Unfortunately, classical TZ hashing has fallen completely to practical collision attacks as well as first and second preimage attacks. However, those attacks all rely on very special properties of power-of-two Galois fields, so there's no reason generalized TZ-style matrix group hashing wouldn't be feasible.
It might help that I've recently been re-reading "The Mathematics of Ciphers" by S.C. Coutinho which has the best easy-on-ramp introduction to the number theory behind RSA that I've encountered.
The stated goal is to be able to verify pieces of a file that has been chunked up. But the first step in the algorithm is get a list of hashes for each chunk from a central server - if you have that, aren't you done?
edit: actually, the receiver should be able to use the homomorphism to generate hashes for the check blocks as well. so the list of authoritative hashes to download should only be for the original chunks. the goal of the technique is to be able to verify the check blocks before being able to reconstruct the original blocks.

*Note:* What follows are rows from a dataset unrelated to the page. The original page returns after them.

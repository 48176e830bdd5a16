//! The optical levels of a modulated source.
//!
//! In all of them `average_w` is the average power P of equally frequent symbols, ≥ 0, and `extinction_ratio` is r, highest
//! over lowest level as a ratio (not in dB), > 1; infinite for a perfectly dark lowest level.
//!
//! Source: G. P. Agrawal, Fiber-Optic Communication Systems, 3rd edition (2002), section 4.6.1; the outer modulation amplitude as
//! IEEE Std 802.3-2018, clause 121 defines it.

/// Two levels, the zero first, in W.
///
/// ```text
/// P₀ = 2 P/(r + 1)      P₁ = 2 P r/(r + 1)
/// ```
///
/// ```
/// use leastlight::physics::levels::nrz_w;
///
/// assert_eq!(nrz_w(1e-6, f64::INFINITY), [0.0, 2e-6]);
/// ```
pub fn nrz_w(average_w: f64, extinction_ratio: f64) -> [f64; 2] {
    debug_assert!(average_w >= 0.0 && extinction_ratio >= 1.0);
    // Written so that an infinite ratio gives a plain zero.
    [2.0 * average_w / (extinction_ratio + 1.0), 2.0 * average_w / (1.0 + 1.0 / extinction_ratio)]
}

/// Four equally spaced levels, the lowest first, in W; r is that of the outer two.
///
/// ```
/// use leastlight::physics::levels::pam4_w;
///
/// assert_eq!(pam4_w(3.0, f64::INFINITY), [0.0, 2.0, 4.0, 6.0]);
/// ```
pub fn pam4_w(average_w: f64, extinction_ratio: f64) -> [f64; 4] {
    let [lowest, highest] = nrz_w(average_w, extinction_ratio);
    [lowest, (2.0 * lowest + highest) / 3.0, (lowest + 2.0 * highest) / 3.0, highest]
}

/// Outer optical modulation amplitude in W: highest less lowest level.
///
/// ```text
/// OMA = 2 P (r − 1)/(r + 1)
/// ```
///
/// ```
/// use leastlight::physics::levels::modulation_amplitude_w;
///
/// assert_eq!(modulation_amplitude_w(1e-6, 3.0), 1e-6);
/// ```
pub fn modulation_amplitude_w(average_w: f64, extinction_ratio: f64) -> f64 {
    2.0 * average_w / extinction_penalty_ratio(extinction_ratio)
}

/// How many times more average power the same amplitude needs than with a perfectly dark lowest level.
///
/// ```text
/// (r + 1)/(r − 1)
/// ```
///
/// It is the penalty in sensitivity where the noise does not depend on the light.
///
/// ```
/// use leastlight::physics::levels::extinction_penalty_ratio;
///
/// assert_eq!(extinction_penalty_ratio(3.0), 2.0);
/// ```
pub fn extinction_penalty_ratio(extinction_ratio: f64) -> f64 {
    debug_assert!(extinction_ratio > 1.0);
    // The same, without infinity over infinity.
    1.0 + 2.0 / (extinction_ratio - 1.0)
}
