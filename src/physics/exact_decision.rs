//! Telling counts apart: thresholds, and the bit error ratio that remains, with the statistics that counts really have.
//!
//! The counterpart of [`decision`](super::decision), with the same codes. The threshold of the least error ratio is where the densities of
//! what it parts are equal. With the same noise at all levels there is one such place: given the number of primary electrons the
//! gain's distribution has a monotone likelihood ratio, as has the Poisson number itself, and adding noise keeps it so (S. Karlin,
//! Total Positivity, 1968, chapter 3). Intensity noise differs from level to level; there, and where
//! single electrons stand apart, neighbouring places are compared.

use super::counting::{Chances, Count, mixed};
use super::decision::{bits, sign};
use crate::numeric::minimum::minimum;
use crate::numeric::root::root;

/// Where the thresholds are put.
#[derive(Clone, Copy, Debug, PartialEq, Eq)]
pub enum Rule {
    /// Where the bit error ratio is least.
    Optimum,
    /// Halfway between neighbouring means.
    Midpoint,
}

/// Thresholds, and what they achieve.
#[derive(Clone, Debug, PartialEq)]
pub struct CountDecision {
    /// Share of bits that are read wrongly.
    pub error_ratio: f64,
    /// Thresholds in electrons, lowest first; whole numbers where counts are whole. A count at the threshold is above it.
    pub thresholds: Vec<f64>,
}

/// Decides between two levels (NRZ) or four (PAM4).
///
/// * `levels` – lowest mean first
/// * `rule` – where the thresholds are put; the best of four levels are sought between their neighbours, of two anywhere
///
/// # Example
///
/// ```
/// use leastlight::physics::counting::Count;
/// use leastlight::physics::exact_decision::{Rule, decide};
/// use leastlight::physics::gain_transform::Gain;
///
/// // Ideal counting: only an empty one is misread, ½e^(−20).
/// let count = |primaries| Count { primaries, gain: Gain::UNIT, unmultiplied: 0.0, noise: 0.0, light_noise: 0.0 };
/// let decision = decide(&[count(0.0), count(20.0)], Rule::Optimum);
/// assert!((decision.error_ratio / (0.5 * (-20f64).exp()) - 1.0).abs() < 1e-7);
/// assert_eq!(decision.thresholds, [1.0]);
/// ```
pub fn decide(levels: &[Count], rule: Rule) -> CountDecision {
    debug_assert!(matches!(levels.len(), 2 | 4));
    let eye = |below: usize| {
        let parted = Parted { levels, below };
        match rule {
            Rule::Optimum => parted.best(),
            Rule::Midpoint => parted.at(parted.middle()),
        }
    };
    let places: Vec<Place> = (1..levels.len()).map(eye).collect();
    CountDecision {
        error_ratio: places.iter().map(|place| place.wrong_bits).sum::<f64>() / bits(levels),
        thresholds: places.iter().map(|place| place.threshold).collect(),
    }
}

/// Bit error ratio with the thresholds given, in electrons, lowest first.
pub fn error_ratio_at(levels: &[Count], thresholds: &[f64]) -> f64 {
    let wrong =
        |(index, &threshold): (usize, &f64)| Parted { levels, below: index + 1 }.at(threshold).wrong_bits;
    thresholds.iter().enumerate().map(wrong).sum::<f64>() / bits(levels)
}

/// The same count with its lumps smoothed out.
fn soft(count: &Count) -> Count {
    Count { noise: count.noise.max(ELECTRONS_SHOW), ..*count }
}

/// Levels, parted by the threshold that has `below` of them beneath it.
struct Parted<'l> {
    levels: &'l [Count],
    below: usize,
}

/// A threshold with what it does.
#[derive(Clone, Copy)]
struct Place {
    threshold: f64,
    /// Bits read wrongly on its account, summed over the levels.
    wrong_bits: f64,
    /// Logarithm of the densities that lose by a higher threshold over those that gain, and its derivative.
    balance: f64,
    slope: f64,
}

/// Balance at which a threshold is the best one: the error ratio is flat there, to an eighth of its square.
const BALANCED: f64 = 1e-3;

/// Electrons within which a threshold is found.
const NARROW: f64 = 1e-5;

/// Steps towards it.
const MOST_STEPS: usize = 60;

/// Logarithm of a ratio of densities that is nothing.
const NOTHING_BESIDE: f64 = 40.0;

/// Variance of a count in which a single electron is nothing.
const WIDE_VARIANCE: f64 = 1e7;

/// Electrons by which a threshold is past a count.
const JUST_PAST: f64 = 1e-6;

/// Noise in electrons below which counts stand apart as lumps.
const ELECTRONS_SHOW: f64 = 0.5;

impl Parted<'_> {
    /// The neighbours of the threshold.
    fn neighbours(&self) -> Option<(&Count, &Count)> {
        Some((self.levels.get(self.below.checked_sub(1)?)?, self.levels.get(self.below)?))
    }

    fn middle(&self) -> f64 {
        self.neighbours().map_or(0.0, |(lower, upper)| 0.5 * (lower.mean() + upper.mean()))
    }

    fn at(&self, threshold: f64) -> Place {
        let chances: Vec<Chances> = match self.levels {
            [_, _] => self.levels.iter().map(|level| level.chances(threshold)).collect(),
            _ => self.chances_of_four(threshold),
        };
        let wrong = |(index, chances): (usize, &Chances)| {
            let sign = sign(self.below, index);
            if index < self.below { -sign * chances.above } else { sign * chances.below }
        };
        let (balance, slope) = self.balance(chances.iter().map(|one| (one.ln_density, one.slope)));
        Place { threshold, wrong_bits: chances.iter().enumerate().map(wrong).sum(), balance, slope }
    }

    /// Levels beyond the neighbours hardly ever come this far; it is seen at little cost.
    fn chances_of_four(&self, threshold: f64) -> Vec<Chances> {
        let rough = |level: &Count| level.rough_density(threshold).0;
        let near = self.neighbours().map_or(0.0, |(lower, upper)| rough(lower).min(rough(upper)));
        let chances = |(index, level): (usize, &Count)| {
            let beyond = index + 1 < self.below || index > self.below;
            if beyond && rough(level) < near - NOTHING_BESIDE {
                let (below, above) = if index < self.below { (1.0, 0.0) } else { (0.0, 1.0) };
                return Chances { below, above, ln_density: f64::NEG_INFINITY, slope: 0.0 };
            }
            level.chances(threshold)
        };
        self.levels.iter().enumerate().map(chances).collect()
    }

    /// From the logarithms of the levels' densities with their slopes.
    fn balance(&self, densities: impl Iterator<Item = (f64, f64)>) -> (f64, f64) {
        let nothing = (f64::NEG_INFINITY, 0.0);
        let (mut losing, mut gaining) = (nothing, nothing);
        for (index, density) in densities.enumerate() {
            let side = if sign(self.below, index) > 0.0 { &mut losing } else { &mut gaining };
            *side = mixed(*side, density);
        }
        (losing.0 - gaining.0, losing.1 - gaining.1)
    }

    fn rough_balance(&self, threshold: f64) -> f64 {
        let (balance, _) = self.balance(self.levels.iter().map(|level| soft(level).rough_density(threshold)));
        // A density may be none at all, even both.
        if balance.is_nan() { 0.0 } else { balance.clamp(-1e6, 1e6) }
    }

    /// The threshold of the fewest wrong bits: found in approximate densities, mended with exact ones.
    fn best(&self) -> Place {
        let whole = self.levels.iter().all(Count::is_whole);
        if let [dark, _] = self.levels
            && dark.mean() == 0.0
            && dark.is_whole()
        {
            // Nothing at all comes in a dark zero, so the least count is a one.
            return self.at(if whole { 1.0 } else { JUST_PAST });
        }
        let (rough, low, high) =
            self.rough().unwrap_or_else(|| (self.middle(), self.middle(), self.middle()));
        let narrow = |level: &Count| level.total_noise() < ELECTRONS_SHOW && level.variance() < WIDE_VARIANCE;
        if !self.levels.iter().any(narrow) {
            // Lumps are far finer than the threshold need be placed.
            let levels: Vec<Count> = self.levels.iter().map(soft).collect();
            let place = Parted { levels: &levels, ..*self }.balanced(rough, low, high);
            return self.at(if whole { place.threshold.round() } else { place.threshold });
        }
        if whole {
            return self.least_on_grid(self.at(rough.round()));
        }
        let on_grid = |offset: f64| self.least_on_grid(self.at(rough.floor() + offset));
        if self.levels.iter().any(Count::is_whole) {
            // Just past a count of the level without noise, or at one: in between nothing of it changes.
            let (past, at) = (on_grid(JUST_PAST), on_grid(0.0));
            return if at.wrong_bits < past.wrong_bits { at } else { past };
        }
        // Between lumps there is no density to go by, but from half to half the wrong bits have one valley.
        let near = on_grid(0.5);
        let wrong = |shift: f64| self.at(near.threshold + shift).wrong_bits;
        let least = self.at(near.threshold + minimum(wrong, -1.0, 1.0, 0.01).at);
        if least.wrong_bits < near.wrong_bits { least } else { near }
    }

    /// Where approximate densities balance; an end of what was searched where they do not.
    /// With it the ends between which it was sought.
    fn rough(&self) -> Option<(f64, f64, f64)> {
        let (lower, upper) = self.neighbours()?;
        let (mut low, mut high) = (lower.mean(), upper.mean());
        // Two levels deep in noise may be parted best beyond their means, because a skewed density is highest below its mean.
        // Far below, the level with the wider noise is the likelier again, so the steps are small.
        if self.levels.len() == 2 {
            // Down to no electron at all, then into the noise about it.
            let noise = soft(lower).total_noise();
            let smaller = |place: &f64| Some(0.7 * place).filter(|place| *place > noise);
            let downwards = core::iter::successors(smaller(&lower.mean()), smaller);
            let into_noise = (0..=6).map(|n| -f64::from(n) * noise);
            for place in downwards.chain(into_noise) {
                if self.rough_balance(low) <= 0.0 {
                    break;
                }
                low = place;
            }
            let step = upper.variance().sqrt();
            let highest = upper.mean() + 8.0 * step;
            while self.rough_balance(high) < 0.0 && high < highest {
                high += step;
            }
        }
        if self.rough_balance(low) > 0.0 {
            return Some((low, low, high));
        }
        if self.rough_balance(high) < 0.0 {
            return Some((high, low, high));
        }
        let length = high - low;
        let share = root(|share| self.rough_balance(low + share * length), 0.0, 1.0, 1e-4).ok()?;
        Some((low + share * length, low, high))
    }

    /// Newton's method for the balance, between the places that are known to be too low and too high; the ends are known only
    /// approximately, so they are set back a little.
    fn balanced(&self, start: f64, low: f64, high: f64) -> Place {
        let margin = 0.1 * (high - low).abs() + 1.0;
        let (mut low, mut high) = (low - margin, high + margin);
        let mut place = self.at(start);
        let mut best = place;
        for _ in 0..MOST_STEPS {
            // No number where all densities are below the smallest: then nothing is wrong on any side.
            if place.balance.is_nan() || place.balance.abs() <= BALANCED {
                break;
            }
            if place.balance < 0.0 {
                low = place.threshold;
            } else {
                high = place.threshold;
            }
            let newton = place.threshold - place.balance / place.slope;
            let inside = place.slope > 0.0 && low < newton && newton < high;
            let next = if inside { newton } else { 0.5 * (low + high) };
            if next == place.threshold || high - low < NARROW {
                break;
            }
            place = self.at(next);
            if place.wrong_bits < best.wrong_bits {
                best = place;
            }
        }
        // Of places that differ by rounding only, the last is the most balanced.
        if best.wrong_bits < place.wrong_bits * (1.0 - 1e-6) { best } else { place }
    }

    /// The least of the places that are whole electrons away, by steps that double while they help.
    fn least_on_grid(&self, start: Place) -> Place {
        let mut best = start;
        for side in [1.0, -1.0] {
            let mut step = side;
            for _ in 0..MOST_STEPS {
                let next = self.at(best.threshold + step);
                if next.wrong_bits < best.wrong_bits {
                    best = next;
                    step *= 2.0;
                } else if step == side {
                    break;
                } else {
                    step = side;
                }
            }
        }
        best
    }
}
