//! How few photons could do, if nothing but their own chance stood in the way.

/// Photons in a one that an ideal counter needs, the zeros being dark.
///
/// ```text
/// p = ½ e^(−N₁)      so      N₁ = −ln(2p)
/// ```
///
/// * `error_ratio` – p, above 0 and at most ½
///
/// Errors are the ones in which no photon came. Half of the bits are ones, so the average per bit is half of this. Some books
/// leave out the ½ and get 20.7 instead of 20.0 photons for 1e-9.
///
/// Source: G. P. Agrawal, Fiber-Optic Communication Systems, 3rd edition (2002), section 4.5.3.
///
/// # Example
///
/// ```
/// use leastlight::physics::quantum_limit::photons_in_a_one;
///
/// assert!((photons_in_a_one(1e-9) - 20.03).abs() < 0.005);
/// ```
pub fn photons_in_a_one(error_ratio: f64) -> f64 {
    debug_assert!(error_ratio > 0.0 && error_ratio <= 0.5);
    -libm::log(2.0 * error_ratio)
}

/// Photons per bit on average that an ideal counter needs: half of [`photons_in_a_one`].
pub fn photons_per_bit(error_ratio: f64) -> f64 {
    0.5 * photons_in_a_one(error_ratio)
}
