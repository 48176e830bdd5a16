//! The head of a log: how the file is cut, what its columns hold, and where the rows begin.

use super::choices::LogChoices;
use super::columns::{LogColumns, columns};
use super::instant::is_time;
use super::preamble::setting_nm;
use crate::fault::{Code, Fault, Faults};
use crate::record::mark::{Decision, decided_by};
use crate::record::names::{DecimalMark, Delimiter, Role};
use crate::record::reading::{BadRow, Column, Reading};
use crate::record::rows::{Row, excerpt, named_delimiter, rows, sniffed_by};
use crate::record::sheet::{amount, heading, is_units, normal};

/// Everything that is decided before the first row is read.
pub(super) struct Head {
    pub(super) delimiter: Delimiter,
    pub(super) mark: DecimalMark,
    pub(super) columns: LogColumns,
    /// The line of the first row, counted from 1.
    pub(super) start_line: usize,
    /// The most cells that a row may have.
    pub(super) most_cells: Option<usize>,
    /// The wavelength to which the meter was set, as a line above the table names it, nm.
    pub(super) setting_nm: Option<f64>,
    headings: Vec<String>,
    header_line: Option<usize>,
    /// Lines above the first row that are no header.
    skipped_lines: usize,
    pub(super) said: Vec<String>,
    /// What must be chosen before the log can be read.
    pub(super) faults: Faults,
}

/// The character that ends lines: old files have a carriage return alone.
pub(super) fn newline(bytes: &[u8]) -> u8 {
    match memchr::memchr2(b'\n', b'\r', bytes) {
        Some(at) if bytes.get(at) == Some(&b'\r') && bytes.get(at + 1) != Some(&b'\n') => b'\r',
        _ => b'\n',
    }
}

/// A cell such as rows of a log have.
fn is_value(cell: &str) -> bool {
    amount(cell).is_some() || is_time(cell)
}

impl Head {
    /// Understands the first lines of a log.
    pub(super) fn of(text: &str, choices: &LogChoices) -> Result<Head, Faults> {
        let text = normal(text);
        if text.trim().is_empty() {
            return Err(vec![Fault::missing("", "A log is needed; the text is empty.")]);
        }
        let named = named_delimiter(&text);
        let delimiter = choices.table.delimiter.or(named).unwrap_or_else(|| sniffed_by(&text, is_value));
        let (mut rows, _) = rows(&text, delimiter);
        if named.is_some() && !rows.is_empty() {
            rows.remove(0);
        }
        let start = start(&rows, choices.table.first_row);
        let Some(first) = rows.get(start) else {
            let sentence = "A log must have rows with readings; none was found.";
            return Err(vec![Fault::new("", Code::Unreadable, excerpt(&text).as_str().into(), sentence)]);
        };
        let header = header(&rows, start);
        let below: Vec<&Row> = rows.iter().skip(start).filter(|row| !row.is_remark()).collect();
        let width = rows.iter().skip(header.unwrap_or(start)).map(Row::width).max().unwrap_or(0);
        let headings: Vec<String> = (0..width).map(|index| heading(&rows, start, header, index)).collect();
        let (mut said, mut faults) = (Vec::new(), Faults::new());
        let columns = columns(&headings, &below, header.is_some(), choices, &mut said, &mut faults);
        let above = rows.iter().take(header.unwrap_or(start));
        let mut head = Head {
            delimiter,
            mark: DecimalMark::Point,
            start_line: first.line,
            most_cells: header.and_then(|at| rows.get(at)).map(Row::width),
            setting_nm: above.map(|row| row.text).find_map(setting_nm),
            headings,
            header_line: header.and_then(|at| rows.get(at)).map(|row| row.line),
            skipped_lines: first.line - 1 - usize::from(header.is_some()),
            columns,
            said,
            faults,
        };
        head.decide_mark(&text, &below, choices);
        Ok(head)
    }

    fn decide_mark(&mut self, text: &str, rows: &[&Row], choices: &LogChoices) {
        if let Some(mark) = choices.table.decimal_mark {
            self.mark = mark;
            return;
        }
        let numeric = [Role::Power, Role::Wavelength, Role::Time];
        let places: Vec<usize> = numeric.iter().filter_map(|role| self.columns.index(*role)).collect();
        let cells: Vec<String> = rows
            .iter()
            .flat_map(|row| places.iter().map(|index| row.cell(*index)))
            .filter_map(|cell| Some(amount(cell)?.0))
            // An instrument writes its sign for "no reading" with a point, whatever the mark of the file.
            .filter(|cell| !cell.is_no_reading())
            .map(|cell| cell.number.into_owned())
            .collect();
        let three = rows.iter().any(|row| row.width() >= 3);
        let cells = cells.iter().map(String::as_str);
        match decided_by(cells, self.delimiter, self.columns.has_header, three) {
            Decision::Clear(mark, sentence) => {
                self.mark = mark;
                self.said.extend(sentence);
            }
            Decision::Open(_) if let Some(mark) = self.mark_of_times(rows) => {
                self.mark = mark;
                let name = mark.name();
                self.said.push(format!("The decimal mark of the numbers is the {name}, as in the times."));
            }
            Decision::Open(sentence) => {
                self.faults.push(Fault::new("", Code::Unreadable, excerpt(text).as_str().into(), &sentence));
            }
        }
    }

    /// The mark before the fraction of a second, where times of the day have one.
    fn mark_of_times(&self, rows: &[&Row]) -> Option<DecimalMark> {
        let index = self.columns.index(Role::Time)?;
        let cells = || rows.iter().map(|row| row.cell(index)).filter(|cell| cell.contains(':'));
        let has = |mark: DecimalMark| cells().any(|cell| cell.contains(mark.character()));
        match (has(DecimalMark::Point), has(DecimalMark::Comma)) {
            (true, false) => Some(DecimalMark::Point),
            (false, true) => Some(DecimalMark::Comma),
            _ => None,
        }
    }

    /// How the table was understood.
    pub(super) fn reading(&self, rows_read: usize, passed_over: usize, bad_rows: Vec<BadRow>) -> Reading {
        let report = |(index, header): (usize, &String)| {
            let (role, unit) = self.columns.roles.get(index).copied().unwrap_or((Role::Ignored, None));
            Column { index, header: header.clone(), role, unit }
        };
        Reading {
            delimiter: self.delimiter,
            decimal_mark: self.mark,
            skipped_lines: self.skipped_lines + passed_over,
            header_line: self.header_line,
            columns: self.headings.iter().enumerate().map(report).collect(),
            rows_read,
            bad_rows,
            cleaned: self.said.clone(),
        }
    }
}

/// The first row of readings.
fn start(rows: &[Row], first_row: Option<usize>) -> usize {
    if let Some(first_row) = first_row {
        return rows.iter().position(|row| row.line >= first_row).unwrap_or(rows.len());
    }
    let values = |row: &Row| row.cells().filter(|cell| is_value(cell)).count();
    let begins = |row: &Row| row.cells().find(|cell| !cell.is_empty()).is_some_and(is_value);
    let at = |test: &dyn Fn(&Row) -> bool| rows.iter().position(|row| !row.is_remark() && test(row));
    // A row that begins with a value and has another; the row below one of names; any row that begins with a value; any
    // row that has one.
    let Some(found) = at(&|row| begins(row) && values(row) >= 2)
        .or_else(|| at(&|row| values(row) == 0 && names_power(row)).map(|at| at + 1))
        .or_else(|| at(&begins))
        .or_else(|| at(&|row| values(row) > 0))
    else {
        return rows.len();
    };
    // The first rows may lack their reading.
    let like = |row: &Row, next: &Row| {
        !row.is_remark() && begins(row) && row.cells().count() == next.cells().count()
    };
    let above = rows.get(..found).unwrap_or_default().iter().rev();
    let next = rows.get(found);
    found
        - above.take_while(|row| next.is_some_and(|next| next.cells().count() > 1 && like(row, next))).count()
}

/// Whether a row names a column of readings and another one.
fn names_power(row: &Row) -> bool {
    use crate::record::sheet::unit_in;
    let names = |cell: &str| unit_in(cell).is_some_and(|unit| Role::Power.units().contains(&unit));
    row.cells().filter(|cell| !cell.is_empty()).count() >= 2 && row.cells().any(names)
}

/// The row of names above the first row of readings.
fn header(rows: &[Row], start: usize) -> Option<usize> {
    let above = start.checked_sub(1)?;
    let row = rows.get(above)?;
    let texts = row.cells().filter(|cell| !cell.is_empty()).count();
    let as_wide = rows.get(start).is_some_and(|first| texts >= 2 || first.width() <= 1);
    let named = !row.is_remark() && as_wide && texts > 0 && !row.cells().any(is_value);
    if named && is_units(row) {
        return header(rows, above).or(Some(above));
    }
    named.then_some(above)
}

In all other particulars you're dead right.
The basic idea is that, instead of sending N blocks in the content file f, you have a block generator gen_block(f) which can create an infinite number of blocks as random combinations of input blocks (plus a little "magic"). A peer who downloads any 1.01N or so blocks can reconstruct the original file (with high probability); because of the "magic," it doesn't matter which 1.01N blocks they are!
Fountain codes work beautifully in broadcast protocols, where the receiver has no way of communicating back to the sender (this is not generally true for TCP/IP outside of exotic scenarios, for example multicast).
For Bittorrent-like protocols (peer-to-peer large file distribution over TCP/IP), the practical problem that is addressed by fountain codes is making sure that the entire file will still usually be recoverable from data that exists within the network if all the seeders (peers with complete a copy) leave the network; in traditional Bittorrent, often there are a few missing blocks in this situation.
The practical problem addressed by homomorphic hashing is how a receiver can rapidly identify peers that are attacking a fountain-code-based P2P network by deliberately sending corrupt downloads (and as a side-effect can of course detect accidental corruption as well.)
Not-patenting a (practically, not legally) patentable algorithm doesn't come easily to academic researchers these days. The authors deserve kudos (unlike the rapacious Michael Luby, fountain code inventor) for trying to make sure people can use their algorithm sometime in the next 20 years.